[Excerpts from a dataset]
----------------

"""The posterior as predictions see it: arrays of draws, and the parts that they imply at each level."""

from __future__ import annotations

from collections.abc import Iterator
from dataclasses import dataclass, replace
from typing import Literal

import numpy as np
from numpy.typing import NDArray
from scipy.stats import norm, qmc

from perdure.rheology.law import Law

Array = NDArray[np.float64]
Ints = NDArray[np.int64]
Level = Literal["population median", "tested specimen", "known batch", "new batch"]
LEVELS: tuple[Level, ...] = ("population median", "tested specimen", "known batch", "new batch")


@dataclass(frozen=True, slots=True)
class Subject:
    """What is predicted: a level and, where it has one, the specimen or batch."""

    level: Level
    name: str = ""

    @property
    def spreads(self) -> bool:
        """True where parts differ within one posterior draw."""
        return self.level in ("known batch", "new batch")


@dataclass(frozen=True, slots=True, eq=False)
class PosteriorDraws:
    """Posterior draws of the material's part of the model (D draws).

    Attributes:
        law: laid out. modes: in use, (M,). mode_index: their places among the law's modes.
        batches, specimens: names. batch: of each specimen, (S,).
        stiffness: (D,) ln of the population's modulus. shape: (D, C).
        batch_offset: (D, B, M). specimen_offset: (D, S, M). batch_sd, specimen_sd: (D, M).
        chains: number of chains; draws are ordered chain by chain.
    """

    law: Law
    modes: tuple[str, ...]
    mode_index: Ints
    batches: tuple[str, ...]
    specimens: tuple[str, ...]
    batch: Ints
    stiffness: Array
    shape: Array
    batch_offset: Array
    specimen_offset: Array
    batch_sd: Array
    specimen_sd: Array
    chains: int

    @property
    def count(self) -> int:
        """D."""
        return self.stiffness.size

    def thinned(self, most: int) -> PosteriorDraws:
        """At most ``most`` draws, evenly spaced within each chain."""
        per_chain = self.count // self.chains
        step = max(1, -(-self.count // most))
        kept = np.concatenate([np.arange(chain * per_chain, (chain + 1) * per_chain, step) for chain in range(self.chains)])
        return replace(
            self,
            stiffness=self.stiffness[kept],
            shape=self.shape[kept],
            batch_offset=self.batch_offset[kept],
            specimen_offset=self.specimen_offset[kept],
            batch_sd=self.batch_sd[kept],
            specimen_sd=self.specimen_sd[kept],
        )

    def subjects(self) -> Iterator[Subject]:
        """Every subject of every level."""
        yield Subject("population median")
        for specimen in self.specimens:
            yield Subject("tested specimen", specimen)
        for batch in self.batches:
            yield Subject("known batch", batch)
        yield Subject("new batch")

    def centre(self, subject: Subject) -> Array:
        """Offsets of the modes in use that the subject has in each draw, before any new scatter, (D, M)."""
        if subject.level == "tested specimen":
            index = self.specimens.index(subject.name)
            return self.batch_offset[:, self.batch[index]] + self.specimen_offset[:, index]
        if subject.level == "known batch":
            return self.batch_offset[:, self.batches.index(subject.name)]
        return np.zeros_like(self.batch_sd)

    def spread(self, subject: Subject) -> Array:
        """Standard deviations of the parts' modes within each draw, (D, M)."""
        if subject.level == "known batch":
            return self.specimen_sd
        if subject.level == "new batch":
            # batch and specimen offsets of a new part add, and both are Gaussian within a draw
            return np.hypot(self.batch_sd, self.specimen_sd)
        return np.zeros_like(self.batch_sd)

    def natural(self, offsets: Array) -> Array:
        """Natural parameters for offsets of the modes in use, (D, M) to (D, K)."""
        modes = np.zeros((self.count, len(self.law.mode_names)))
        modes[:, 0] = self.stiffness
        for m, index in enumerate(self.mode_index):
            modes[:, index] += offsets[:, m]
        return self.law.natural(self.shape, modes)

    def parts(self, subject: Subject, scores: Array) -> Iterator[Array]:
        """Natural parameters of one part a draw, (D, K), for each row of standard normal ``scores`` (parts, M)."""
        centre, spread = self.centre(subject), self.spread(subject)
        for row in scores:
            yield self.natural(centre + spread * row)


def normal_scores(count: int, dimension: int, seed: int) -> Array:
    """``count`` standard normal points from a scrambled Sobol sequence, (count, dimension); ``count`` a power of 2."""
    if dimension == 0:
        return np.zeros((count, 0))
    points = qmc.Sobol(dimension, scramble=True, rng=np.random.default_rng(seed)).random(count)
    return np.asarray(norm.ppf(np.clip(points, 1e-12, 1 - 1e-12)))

----------------

## Task description
Starting with the line with "def centre(self, subject: Subject)" above and going on through the line with "def spread(self, subject: Subject)", transcribe every line exactly, both ends included, and add nothing.

## Task solution
    def centre(self, subject: Subject) -> Array:
        """Offsets of the modes in use that the subject has in each draw, before any new scatter, (D, M)."""
        if subject.level == "tested specimen":
            index = self.specimens.index(subject.name)
            return self.batch_offset[:, self.batch[index]] + self.specimen_offset[:, index]
        if subject.level == "known batch":
            return self.batch_offset[:, self.batches.index(subject.name)]
        return np.zeros_like(self.batch_sd)

    def spread(self, subject: Subject) -> Array:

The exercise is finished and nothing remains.